[What you need to do] Search the data for "router". Each line containing it is to be copied.

[Provided records]
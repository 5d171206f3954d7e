import { HttpErrorResponse, HttpInterceptorFn, HttpRequest } from '@angular/common/http';
import { inject } from '@angular/core';
import { MatSnackBar } from '@angular/material/snack-bar';
import { Router } from '@angular/router';
import { plainText } from '@gapwise/contracts';
import { catchError, switchMap, throwError } from 'rxjs';
import { NO_SIGN_IN_REDIRECT, QUIET_ERRORS, RETRIED_AFTER_REFRESH, apiErrorOf } from './api-errors';
import { Session } from './session';

const SAFE_METHODS = new Set(['GET', 'HEAD', 'OPTIONS']);

function withCsrf(req: HttpRequest<unknown>, token: string | null): HttpRequest<unknown> {
  if (!token || SAFE_METHODS.has(req.method) || !req.url.startsWith('/api/')) return req;
  return req.clone({ setHeaders: { 'X-CSRF-Token': token } });
}

/**
 * Echoes the CSRF token on writes; on a 401 refreshes the session once and retries, else sends the
 * user to sign-in with a return URL; shows API refusals in a snackbar unless the caller handles them.
 */
export const apiInterceptor: HttpInterceptorFn = (req, next) => {
  const session = inject(Session);
  const router = inject(Router);
  const snackBar = inject(MatSnackBar);
  const isAuthCall = /\/api\/auth\/(sign-in|register|confirm|refresh|sign-out)$/.test(req.url);

  return next(withCsrf(req, session.csrfToken())).pipe(
    catchError((err: unknown) => {
      if (!(err instanceof HttpErrorResponse)) return throwError(() => err);
      if (err.status === 401 && !isAuthCall && !req.context.get(RETRIED_AFTER_REFRESH)) {
        return session.refreshOnce().pipe(
          switchMap((ok) => {
            if (ok) {
              const retry = req.clone({ context: req.context.set(RETRIED_AFTER_REFRESH, true) });
              return next(withCsrf(retry, session.csrfToken()));
            }
            if (!req.context.get(NO_SIGN_IN_REDIRECT)) {
              session.clear();
              const returnUrl = router.url.startsWith('/sign-in') ? '/' : router.url;
              void router.navigate(['/sign-in'], { queryParams: { returnUrl, expired: 1 } });
            }
            return throwError(() => err);
          }),
        );
      }
      if (!req.context.get(QUIET_ERRORS) && err.status !== 401) {
        // A snackbar takes no markup: a calculation message reads `|HAB|`, not `|H_AB|`.
        snackBar.open(plainText(apiErrorOf(err).message), 'Dismiss');
      }
      return throwError(() => err);
    }),
  );
};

[Solution for this exercise]
import { Router } from '@angular/router';
  const router = inject(Router);
              const returnUrl = router.url.startsWith('/sign-in') ? '/' : router.url;
              void router.navigate(['/sign-in'], { queryParams: { returnUrl, expired: 1 } });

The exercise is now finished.